**TASK GOAL:** With the line that contains "public SnapshotRecorded? Recorded" as the first line, output exactly every line through the end of the material.

**MATERIAL SUPPLIED:**
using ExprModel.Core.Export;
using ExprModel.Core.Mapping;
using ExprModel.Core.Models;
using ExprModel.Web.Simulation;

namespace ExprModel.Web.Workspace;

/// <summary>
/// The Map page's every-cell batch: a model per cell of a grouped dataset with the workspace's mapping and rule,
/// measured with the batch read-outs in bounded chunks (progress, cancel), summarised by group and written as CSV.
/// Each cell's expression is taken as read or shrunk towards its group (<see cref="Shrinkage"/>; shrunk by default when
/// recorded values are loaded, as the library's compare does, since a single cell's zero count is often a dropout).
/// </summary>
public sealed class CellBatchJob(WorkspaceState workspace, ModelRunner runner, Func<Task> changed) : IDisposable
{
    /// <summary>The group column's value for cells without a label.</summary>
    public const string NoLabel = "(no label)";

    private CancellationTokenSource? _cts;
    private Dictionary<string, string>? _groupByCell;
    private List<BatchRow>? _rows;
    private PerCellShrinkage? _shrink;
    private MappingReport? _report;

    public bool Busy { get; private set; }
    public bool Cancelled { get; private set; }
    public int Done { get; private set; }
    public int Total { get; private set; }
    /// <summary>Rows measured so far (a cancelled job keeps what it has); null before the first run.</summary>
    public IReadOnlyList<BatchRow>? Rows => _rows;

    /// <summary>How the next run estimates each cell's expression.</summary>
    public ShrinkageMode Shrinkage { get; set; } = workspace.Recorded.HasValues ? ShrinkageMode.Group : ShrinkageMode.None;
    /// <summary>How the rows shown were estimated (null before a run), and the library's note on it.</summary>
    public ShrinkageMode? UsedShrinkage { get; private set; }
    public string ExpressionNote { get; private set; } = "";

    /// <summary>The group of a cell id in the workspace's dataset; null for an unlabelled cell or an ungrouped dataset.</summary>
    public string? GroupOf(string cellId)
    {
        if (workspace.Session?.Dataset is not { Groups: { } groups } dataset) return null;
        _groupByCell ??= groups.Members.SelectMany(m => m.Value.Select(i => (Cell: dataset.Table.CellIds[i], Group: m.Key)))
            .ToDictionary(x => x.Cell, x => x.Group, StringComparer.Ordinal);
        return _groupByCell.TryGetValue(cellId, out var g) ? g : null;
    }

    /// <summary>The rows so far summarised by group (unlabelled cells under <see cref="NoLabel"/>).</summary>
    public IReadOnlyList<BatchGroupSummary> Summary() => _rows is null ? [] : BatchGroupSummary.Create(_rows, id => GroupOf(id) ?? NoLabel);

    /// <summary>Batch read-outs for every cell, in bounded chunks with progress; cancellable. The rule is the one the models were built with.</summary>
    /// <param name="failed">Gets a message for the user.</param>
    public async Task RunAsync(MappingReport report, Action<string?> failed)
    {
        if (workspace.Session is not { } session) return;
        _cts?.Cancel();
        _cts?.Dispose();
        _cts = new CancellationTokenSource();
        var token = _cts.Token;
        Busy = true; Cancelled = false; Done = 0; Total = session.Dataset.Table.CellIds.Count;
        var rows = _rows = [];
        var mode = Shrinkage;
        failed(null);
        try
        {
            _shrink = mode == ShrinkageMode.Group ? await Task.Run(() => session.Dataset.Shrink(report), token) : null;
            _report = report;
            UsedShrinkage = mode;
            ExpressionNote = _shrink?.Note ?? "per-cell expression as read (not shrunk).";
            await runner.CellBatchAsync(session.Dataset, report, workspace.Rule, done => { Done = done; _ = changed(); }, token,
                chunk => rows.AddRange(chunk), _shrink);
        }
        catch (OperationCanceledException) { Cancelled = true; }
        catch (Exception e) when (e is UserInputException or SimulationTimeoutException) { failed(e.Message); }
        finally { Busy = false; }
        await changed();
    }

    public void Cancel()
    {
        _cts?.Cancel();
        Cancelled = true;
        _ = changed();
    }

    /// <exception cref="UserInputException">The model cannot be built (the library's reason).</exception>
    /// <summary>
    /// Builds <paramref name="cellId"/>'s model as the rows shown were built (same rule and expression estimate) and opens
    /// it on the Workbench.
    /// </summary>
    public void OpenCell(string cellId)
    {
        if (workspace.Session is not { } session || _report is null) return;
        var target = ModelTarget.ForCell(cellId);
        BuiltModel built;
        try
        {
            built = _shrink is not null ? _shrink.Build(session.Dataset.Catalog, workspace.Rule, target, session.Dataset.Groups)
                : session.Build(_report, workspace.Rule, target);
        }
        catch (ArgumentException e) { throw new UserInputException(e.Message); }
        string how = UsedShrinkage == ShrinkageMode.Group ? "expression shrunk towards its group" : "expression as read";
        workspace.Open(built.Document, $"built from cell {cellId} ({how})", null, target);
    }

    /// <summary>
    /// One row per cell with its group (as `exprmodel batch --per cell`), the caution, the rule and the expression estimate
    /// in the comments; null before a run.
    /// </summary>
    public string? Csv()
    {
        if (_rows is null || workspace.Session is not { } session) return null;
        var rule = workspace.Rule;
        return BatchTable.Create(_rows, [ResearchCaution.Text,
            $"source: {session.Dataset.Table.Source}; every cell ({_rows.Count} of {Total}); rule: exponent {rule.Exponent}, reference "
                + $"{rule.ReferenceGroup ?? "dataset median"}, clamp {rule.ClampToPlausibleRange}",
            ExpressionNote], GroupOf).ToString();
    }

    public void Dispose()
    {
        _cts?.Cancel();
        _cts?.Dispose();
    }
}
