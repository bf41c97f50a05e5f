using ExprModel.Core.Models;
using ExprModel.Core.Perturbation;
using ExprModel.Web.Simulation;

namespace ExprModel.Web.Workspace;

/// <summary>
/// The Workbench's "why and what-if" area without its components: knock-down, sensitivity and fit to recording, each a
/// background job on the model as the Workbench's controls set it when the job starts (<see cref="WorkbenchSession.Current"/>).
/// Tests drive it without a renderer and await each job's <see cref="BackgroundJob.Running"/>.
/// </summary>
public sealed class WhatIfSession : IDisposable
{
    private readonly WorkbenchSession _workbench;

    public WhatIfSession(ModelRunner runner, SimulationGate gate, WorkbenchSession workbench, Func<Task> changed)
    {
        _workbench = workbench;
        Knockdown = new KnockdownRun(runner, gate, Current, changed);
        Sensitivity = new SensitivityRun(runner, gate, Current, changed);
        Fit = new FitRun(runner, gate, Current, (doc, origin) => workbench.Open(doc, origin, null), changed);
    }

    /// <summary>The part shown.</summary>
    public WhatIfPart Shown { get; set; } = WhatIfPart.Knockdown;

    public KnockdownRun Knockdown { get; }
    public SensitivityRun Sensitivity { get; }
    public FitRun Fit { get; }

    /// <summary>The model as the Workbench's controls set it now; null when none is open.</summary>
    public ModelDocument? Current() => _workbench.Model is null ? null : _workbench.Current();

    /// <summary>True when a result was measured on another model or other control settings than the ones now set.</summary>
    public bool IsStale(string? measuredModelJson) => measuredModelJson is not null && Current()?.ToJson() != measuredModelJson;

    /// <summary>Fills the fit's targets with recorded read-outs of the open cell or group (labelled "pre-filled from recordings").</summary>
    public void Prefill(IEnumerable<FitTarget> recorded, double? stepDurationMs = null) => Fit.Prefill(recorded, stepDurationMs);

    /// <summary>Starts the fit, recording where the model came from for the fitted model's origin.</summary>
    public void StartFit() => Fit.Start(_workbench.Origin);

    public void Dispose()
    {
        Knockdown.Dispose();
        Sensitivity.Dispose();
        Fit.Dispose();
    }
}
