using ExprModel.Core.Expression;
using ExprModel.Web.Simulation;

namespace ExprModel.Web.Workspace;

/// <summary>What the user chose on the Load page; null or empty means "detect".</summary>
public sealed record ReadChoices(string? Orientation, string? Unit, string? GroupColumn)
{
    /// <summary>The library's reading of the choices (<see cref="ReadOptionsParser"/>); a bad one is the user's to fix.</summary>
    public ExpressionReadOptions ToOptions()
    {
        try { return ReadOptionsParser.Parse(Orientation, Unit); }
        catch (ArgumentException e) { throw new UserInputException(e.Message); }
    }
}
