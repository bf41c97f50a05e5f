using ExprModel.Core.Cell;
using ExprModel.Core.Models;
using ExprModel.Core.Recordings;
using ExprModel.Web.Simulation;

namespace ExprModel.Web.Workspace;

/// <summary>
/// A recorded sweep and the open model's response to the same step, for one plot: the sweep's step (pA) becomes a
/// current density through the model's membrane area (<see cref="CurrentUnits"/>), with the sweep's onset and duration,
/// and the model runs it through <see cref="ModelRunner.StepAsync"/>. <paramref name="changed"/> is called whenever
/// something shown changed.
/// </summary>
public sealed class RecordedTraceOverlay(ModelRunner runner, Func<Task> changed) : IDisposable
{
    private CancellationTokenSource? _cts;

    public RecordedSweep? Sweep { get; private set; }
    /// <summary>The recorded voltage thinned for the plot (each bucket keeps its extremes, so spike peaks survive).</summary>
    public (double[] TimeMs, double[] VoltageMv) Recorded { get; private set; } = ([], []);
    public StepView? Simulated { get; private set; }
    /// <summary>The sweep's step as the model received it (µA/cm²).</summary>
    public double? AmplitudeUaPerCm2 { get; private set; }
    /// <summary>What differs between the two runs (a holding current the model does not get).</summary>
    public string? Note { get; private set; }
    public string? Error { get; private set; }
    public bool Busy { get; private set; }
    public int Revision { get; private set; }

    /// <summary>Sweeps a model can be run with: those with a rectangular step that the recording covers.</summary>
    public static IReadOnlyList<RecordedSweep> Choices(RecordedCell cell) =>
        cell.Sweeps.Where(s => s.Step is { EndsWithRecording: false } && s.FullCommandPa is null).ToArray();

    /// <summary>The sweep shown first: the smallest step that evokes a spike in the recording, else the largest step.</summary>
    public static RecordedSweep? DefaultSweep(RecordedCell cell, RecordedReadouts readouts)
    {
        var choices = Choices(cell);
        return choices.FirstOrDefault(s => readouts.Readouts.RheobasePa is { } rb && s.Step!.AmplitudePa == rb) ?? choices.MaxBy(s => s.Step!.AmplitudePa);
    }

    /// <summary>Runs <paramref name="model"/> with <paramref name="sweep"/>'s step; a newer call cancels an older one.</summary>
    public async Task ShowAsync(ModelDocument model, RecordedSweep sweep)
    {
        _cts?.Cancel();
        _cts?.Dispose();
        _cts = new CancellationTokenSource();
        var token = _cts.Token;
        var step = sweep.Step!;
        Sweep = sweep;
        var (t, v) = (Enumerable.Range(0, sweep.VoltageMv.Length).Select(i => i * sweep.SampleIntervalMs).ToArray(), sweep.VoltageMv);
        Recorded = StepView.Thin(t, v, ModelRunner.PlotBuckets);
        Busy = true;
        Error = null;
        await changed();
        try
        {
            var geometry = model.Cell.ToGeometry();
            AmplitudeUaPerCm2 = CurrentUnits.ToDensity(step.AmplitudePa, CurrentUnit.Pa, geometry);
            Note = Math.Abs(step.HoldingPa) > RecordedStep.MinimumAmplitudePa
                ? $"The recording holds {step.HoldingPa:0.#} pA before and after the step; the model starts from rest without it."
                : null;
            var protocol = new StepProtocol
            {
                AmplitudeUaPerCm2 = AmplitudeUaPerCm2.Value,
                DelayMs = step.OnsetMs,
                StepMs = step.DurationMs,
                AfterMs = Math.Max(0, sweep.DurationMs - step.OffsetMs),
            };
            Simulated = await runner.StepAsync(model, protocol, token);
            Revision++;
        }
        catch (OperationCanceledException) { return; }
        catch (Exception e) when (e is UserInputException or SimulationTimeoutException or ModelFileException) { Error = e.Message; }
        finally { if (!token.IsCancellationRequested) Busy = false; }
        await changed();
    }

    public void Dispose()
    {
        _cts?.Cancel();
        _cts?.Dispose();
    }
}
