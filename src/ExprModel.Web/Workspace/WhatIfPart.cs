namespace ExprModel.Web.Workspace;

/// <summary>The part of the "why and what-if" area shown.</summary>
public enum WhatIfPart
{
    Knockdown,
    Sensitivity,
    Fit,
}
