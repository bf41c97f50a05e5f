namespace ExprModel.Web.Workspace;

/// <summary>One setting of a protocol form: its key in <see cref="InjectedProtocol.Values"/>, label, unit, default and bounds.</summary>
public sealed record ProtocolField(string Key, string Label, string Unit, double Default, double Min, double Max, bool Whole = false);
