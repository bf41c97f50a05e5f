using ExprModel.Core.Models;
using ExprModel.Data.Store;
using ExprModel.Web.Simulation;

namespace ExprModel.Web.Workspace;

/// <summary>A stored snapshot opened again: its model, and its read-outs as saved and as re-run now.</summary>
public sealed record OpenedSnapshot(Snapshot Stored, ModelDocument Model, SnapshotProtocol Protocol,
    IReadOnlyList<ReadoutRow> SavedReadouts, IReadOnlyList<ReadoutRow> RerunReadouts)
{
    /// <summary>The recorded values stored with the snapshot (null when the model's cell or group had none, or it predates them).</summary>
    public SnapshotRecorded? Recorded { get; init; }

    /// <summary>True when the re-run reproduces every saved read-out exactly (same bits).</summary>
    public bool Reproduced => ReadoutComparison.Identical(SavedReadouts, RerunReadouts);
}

**COMPLETED TASK:**
    public SnapshotRecorded? Recorded { get; init; }

    /// <summary>True when the re-run reproduces every saved read-out exactly (same bits).</summary>
    public bool Reproduced => ReadoutComparison.Identical(SavedReadouts, RerunReadouts);
}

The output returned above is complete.